In some parts of the country, minimum code requirements for insulation already (or may soon) exceed these DOE recommendations. For example, the 2009 International Residential Code requires cold-climate builders to include a minimum of R-20 wall insulation and R-15 basement wall insulation.

DOE-Department of Energy-recommended R-values for various parts of a house

Zone	Attic	Wall	Floor	Slab edge	Basement wall (framing cavity insulation)	Basement wall (continuous rigid insulation)
1	R-30 to R-49	R-13 to R-15	R-13	R-4	R-11	R-10
2-3	R-30 to R-60	R-13 to R-15	R-13 to R-25	R-8	R-11	R-10
4	R-38 to R-60	R-16 to R-21	R-25 to R-30	R-8	R-11	R-4
5	R-38 to R-60	R-16 to R-27	R-25 to R-30	R-8	R-11 to R-19	R-10 to R-15
6-8	R-49 to R-60	R-18 to R-27	R-25 to R-30	R-8	R-11 to R-19	R-10 to R-15

In any case, green builders almost always exceed minimum code requirements for insulation thickness. Many energy consultants, including Betsy Pettit and Joseph Lstiburek, now recommend that cold-climate homes include R-60 ceilings, R-40 above-grade walls, R-20 basement walls, and R-10 basement slabs.
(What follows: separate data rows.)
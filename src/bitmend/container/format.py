"""Frame layout, header record and checks of the bitmend container (docs/FORMAT.md).

Version 2 (written now):

    frame  = marker (8) | header (60) | coded payload (C) | header copy (60)
    header = golay-24-12 at depth 20 of the 30-byte record
    record = version, flags, code id, depth, stream id (u64), sequence (u32),
             position (u48), payload length (u32), CRC-32C of the first 26 bytes (u32),
             all big-endian

Version 1 (read forever): the 16-byte record (version, flags, code id, depth, sequence,
length, CRC-32C) coded at depth 11 into a 33-byte header; no stream id, no position.

The coded payload is the payload followed by its CRC-32C, encoded with the frame's code
and interleaved at the frame's depth (bitmend.interleave).

A frame whose code id is 0 (CUSTOM_CODE_ID) carries its own code: the record's length
field also holds k - 1 and n - k - 1, and a code-definition block (golay-24-12, one
interleaved group) follows the header, with a copy before the header copy:

    frame  = marker | header | definition | coded payload | definition copy | header copy
"""

from __future__ import annotations

import hashlib
import hmac
import struct
from dataclasses import dataclass, field, replace
from functools import lru_cache
from typing import NamedTuple

import crcmod.predefined
import numpy as np

from bitmend.codes.base import FAILED, BlockCode
from bitmend.codes.catalog import MAX_DEPTH, code_by_id, get_code
from bitmend.codes.linear import MAX_MESSAGE_BITS, MAX_PARITY_BITS, BinaryLinearCode, CodeDefinitionError
from bitmend.errors import ContainerError, SettingError
from bitmend.interleave import (decode_segment, encode_segment, encode_segments, layout, message_row_bytes,
                                sized_layout)
from bitmend.once import once

FORMAT_VERSION = 2  # the version this bitmend writes; it reads every version in HEADER_LAYOUTS
# 64-bit sync marker: 32 ones, no run longer than 4, and for every shift s the marker
# differs from itself shifted by s in >= 28.5 places counting unknown bits as half
# (found by the seeded search in tools/choose_marker.py; see docs/FORMAT.md).
MARKER = 0xA4C95BDD8544AE53
MARKER_BYTES = MARKER.to_bytes(8, "big")
MARKER_SEARCH_TOLERANCE = 12  # bits of 64 that may differ while searching for a frame
HEADER_CODE = "golay-24-12"


class HeaderLayout(NamedTuple):
    """Size of a version's header record, and its coding: golay-24-12, all codewords in one
    interleaved group of `depth`, so any burst of up to 3 * depth bits inside it is corrected."""

    version: int
    record_bytes: int
    depth: int
    coded_bytes: int


HEADER_LAYOUTS = {
    2: HeaderLayout(2, 30, 20, 60),  # 240 record bits = exactly 20 Golay messages; 60-bit bursts
    1: HeaderLayout(1, 16, 11, 33),  # 128 record bits + 4 padding bits in 11 messages; 33-bit bursts
}
RECORD_BYTES = HEADER_LAYOUTS[FORMAT_VERSION].record_bytes
HEADER_DEPTH = HEADER_LAYOUTS[FORMAT_VERSION].depth
HEADER_BYTES = HEADER_LAYOUTS[FORMAT_VERSION].coded_bytes
MAX_HEADER_BYTES = max(layout_.coded_bytes for layout_ in HEADER_LAYOUTS.values())
MAX_PAYLOAD_BYTES = 1 << 20  # frame payload limit: bounds every allocation a header drives
# a bound on any frame's size on the wire (the largest catalog frames, rep-3 and bch-15-5 at
# depth 255, stay under it; custom-code frames are refused above it): sizes the look-back window
MAX_FRAME_WIRE_BYTES = 8 + 2 * 60 + 3 * (MAX_PAYLOAD_BYTES + 4 + 255 * 3)
DEFAULT_FRAME_BYTES = 16384


def check_depth(depth: int) -> int:
    """depth itself if a header can carry it (1..MAX_DEPTH), else SettingError."""
    if not 1 <= depth <= MAX_DEPTH:
        raise SettingError(f"depth must be 1..{MAX_DEPTH}, got {depth}")
    return depth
Some builders go further; for example, an Illinois home designed to meet the rigorous German Passivhaus standard is insulated to nearly R-60 on every side—even under the slab.

AIR AND MOISTURE ARE PART OF THE PICTURE

Insulation can't work in a wind tunnel No matter what type of insulation you choose, it will perform poorly if installed in a house that is riddled with air leaks. Because many types of insulation (like loose fill and batts) work by trapping air, leaky walls, roofs, and floors mean poor thermal performance. For this reason, building scientists are fanatical about air-sealing. To get the most out of batts and blown insulation, every house needs an air barrier adjacent to or contiguous with the insulation layer.
Some types of insulation are fairly effective at stopping air infiltration. For example, when rigid foam is used as wall sheathing, it can be an effective barrier, as long as the seams are taped. Spray polyurethane foam creates a very effective air barrier.

But neither rigid foam nor spray foam addresses air leaks at the seams where different components meet, such as under the bottom plates of walls. An air barrier is only effective if all of these seams and intersections are addressed with gaskets, glues, or sealants.

Of all available insulation materials, fiberglass batts are the most permeable to air leakage—so permeable that fiberglass is used to make furnace air filters. Because it doesn't restrict air flow, fiberglass is often singled out and derided for its poor performance.

In fact, much of the criticism of fiberglass insulation is unwarranted. As long as fiberglass is installed in a house with an adequate air barrier, it will perform well. Fiberglass performs best when installed in a framing cavity (for example, a stud bay or joist bay) with an air barrier on all six sides.
Installation details for high-quality fiberglass batts have been incorporated into the insulation installation guidelines established by the home raters from the Residential Energy Services Network (RESNET).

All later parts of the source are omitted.